Directions for this task. From the listing below, output only the lines starting at the line that has "repository 7589414eb3943dfe" and ending at the line that has "parser accepts, and", exactly as they appear, ends included.

--

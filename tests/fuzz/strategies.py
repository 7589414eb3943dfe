"""Hypothesis strategies for report definitions: valid ones of every intent, and mutations of them.

``definitions()`` draws definitions that must pass ``/v1/check``: one to three charts of mixed
intents, each with a dataset made for it (time series for the intents over time, categories for
the others), plain or accented Latin, Greek and Cyrillic text (all in the house typeface), values
with gaps but never all missing. The shapes follow ``service/definition/model.py`` and
``tests/factories.py``.

``mutations()`` takes a valid definition and breaks it in one way a sender might: a field dropped,
a value of the wrong type, a huge number, NaN or ±Infinity (as bare JSON tokens, which Python's
parser accepts, and as strings), an empty dataset, a single row, a column with every value
missing, text the typeface lacks (emoji, CJK), right-to-left text, or 10,000 categories. Each
mutation says where it struck, so a test can look for that place among the problems reported.
"""

from __future__ import annotations

import copy
import json
from dataclasses import dataclass
from datetime import date
from typing import Any

from hypothesis import strategies as st

Json = dict[str, Any]

AS_OF = "2026-11-09T07:30:00+00:00"
"""9 November 2026 (as in ``tests/factories.py``): November is a partial month."""

SAFE_LETTERS = (
    "abcdefghijklmnopqrstuvwxyzABCDEFGHIJKLMNOPQRSTUVWXYZ0123456789"
    "éèüöøåçñßÉÅ"  # accented Latin
    "αβγδλμπΩ"  # Greek
    "жзийклмнД"  # Cyrillic
)
"""Letters DejaVu Sans draws (every face), so text built from them is never refused."""

UNITS = ("journeys", "GBP", "%", "boardings", "minutes", "kWh")


def labels(min_size: int = 1, max_size: int = 30) -> st.SearchStrategy[str]:
    """Short human text: words of safe letters separated by single spaces."""
    word = st.text(alphabet=SAFE_LETTERS, min_size=1, max_size=10)
    return (
        st.lists(word, min_size=1, max_size=4)
        .map(" ".join)
        .filter(lambda s: min_size <= len(s) <= max_size)
    )


def _value(lo: float, hi: float, *, integer: bool) -> st.SearchStrategy[float | int]:
    if integer:
        return st.integers(int(lo), int(hi))
    return st.floats(lo, hi, allow_nan=False, allow_infinity=False).map(lambda v: round(v, 2))


def _with_gaps(values: list[Any], gaps: list[bool]) -> list[Any]:
    """Some values missing (``None``), never all of them."""
    out = [None if g else v for v, g in zip(values, gaps, strict=False)]
    return out if any(v is not None for v in out) else values


# ---- time series ---------------------------------------------------------------------------

_LAST_MONTH = (2026, 11)  # the partial month of AS_OF


def _months(n: int, *, include_partial: bool) -> list[str]:
    year, month = _LAST_MONTH
    if not include_partial:
        year, month = (year, month - 1) if month > 1 else (year - 1, 12)
    out = []
    for _ in range(n):
        out.append(date(year, month, 1).isoformat())
        year, month = (year, month - 1) if month > 1 else (year - 1, 12)
    return out[::-1]


@st.composite
def time_dataset(
    draw: st.DrawFn,
    name: str,
    measures: int,
    *,
    min_rows: int = 1,
    positive: bool = False,
    one_unit: bool = True,
    full_first_row: bool = False,
) -> tuple[Json, list[str]]:
    """A monthly dataset named ``name`` with ``measures`` numeric columns; returns it and the
    measure names. ``full_first_row``: the first period has every measure (an index base)."""
    n = draw(st.integers(min_rows, 24))
    months = _months(n, include_partial=draw(st.booleans()))
    names = [f"m{i}" for i in range(measures)]
    unit = draw(st.sampled_from(UNITS))
    columns: list[Json] = [{"name": "month", "type": "date"}]
    rows: list[Json] = [{"month": m} for m in months]
    for i, measure in enumerate(names):
        integer = draw(st.booleans())
        column: Json = {
            "name": measure,
            "type": "integer" if integer else "number",
            "unit": unit if one_unit else UNITS[(UNITS.index(unit) + i) % len(UNITS)],
        }
        if draw(st.booleans()):
            column["projectable"] = True
        if draw(st.integers(0, 5)) == 0:
            column["estimate"] = True
        columns.append(column)
        lo = 1 if positive else draw(st.sampled_from([0, -500]))
        values = draw(st.lists(_value(lo, 60_000, integer=integer), min_size=n, max_size=n))
        gaps = draw(st.lists(st.integers(0, 6).map(lambda g: g == 0), min_size=n, max_size=n))
        if full_first_row:
            gaps[0] = False
        for row, value in zip(rows, _with_gaps(values, gaps), strict=True):
            row[measure] = value
    dataset: Json = {
        "name": name,
        "columns": columns,
        "time_column": "month",
        "frequency": "month",
    }
    if draw(st.booleans()):
        dataset["rows"] = rows
    else:
        dataset["csv"] = _csv(columns, rows)
    if draw(st.booleans()):
        dataset["source"] = draw(labels())
    return dataset, names
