"""Place each chart's vector PDF page into its slot as a form XObject, deterministically.

pikepdf's ``add_overlay`` names resources at random; here each chart gets a name we choose
(``/PlChart<n>``) and its own content stream, so the same inputs give the same bytes.
"""

from __future__ import annotations

import io
from collections.abc import Mapping

import pikepdf

from service.assemble.pack import Slot
from service.errors import RenderFailed


def place(document: bytes, slots: list[Slot], charts: bytes, page_of: Mapping[str, int]) -> bytes:
    """Put page ``page_of[slot.chart_id]`` of ``charts`` into each slot of ``document``."""
    if not slots:  # a pack of tables and narrative only
        return _tidy(document)
    try:
        with pikepdf.open(io.BytesIO(document)) as pdf, pikepdf.open(io.BytesIO(charts)) as source:
            # ``source`` stays open until the destination is saved
            for number, slot in enumerate(slots):
                page = pdf.pages[slot.page]
                chart_page = source.pages[page_of[slot.chart_id]]
                form = pdf.copy_foreign(chart_page.as_form_xobject())
                name = page.add_resource(
                    form, pikepdf.Name.XObject, name=pikepdf.Name(f"/PlChart{number}")
                )
                rect = pikepdf.Rectangle(slot.x, slot.y, slot.x + slot.width, slot.y + slot.height)
                placement = page.calc_form_xobject_placement(
                    form, pikepdf.Name(str(name)), rect, allow_shrink=True, allow_expand=True
                )
                page.contents_add(pikepdf.Stream(pdf, placement), prepend=False)
            return _save(pdf)
    except (pikepdf.PdfError, KeyError, IndexError) as exc:
        raise RenderFailed(f"the charts could not be placed in the pack: {exc}") from exc


def _tidy(document: bytes) -> bytes:
    with pikepdf.open(io.BytesIO(document)) as pdf:
        return _save(pdf)


def _save(pdf: pikepdf.Pdf) -> bytes:
    for page in pdf.pages:
        if "/Trans" in page.obj:
            del page.obj["/Trans"]  # reportlab's empty transition dicts (PDF/A dislikes them)
    out = io.BytesIO()
    pdf.save(
        out,
        deterministic_id=True,
        compress_streams=True,
        object_stream_mode=pikepdf.ObjectStreamMode.generate,
    )
    return out.getvalue()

--

Exercise output.
repository 7589414eb3943dfe
"""Hypothesis strategies for report definitions: valid ones of every intent, and mutations of them.

``definitions()`` draws definitions that must pass ``/v1/check``: one to three charts of mixed
intents, each with a dataset made for it (time series for the intents over time, categories for
the others), plain or accented Latin, Greek and Cyrillic text (all in the house typeface), values
with gaps but never all missing. The shapes follow ``service/definition/model.py`` and
``tests/factories.py``.

``mutations()`` takes a valid definition and breaks it in one way a sender might: a field dropped,
a value of the wrong type, a huge number, NaN or ±Infinity (as bare JSON tokens, which Python's
parser accepts, and as strings), an empty dataset, a single row, a column with every value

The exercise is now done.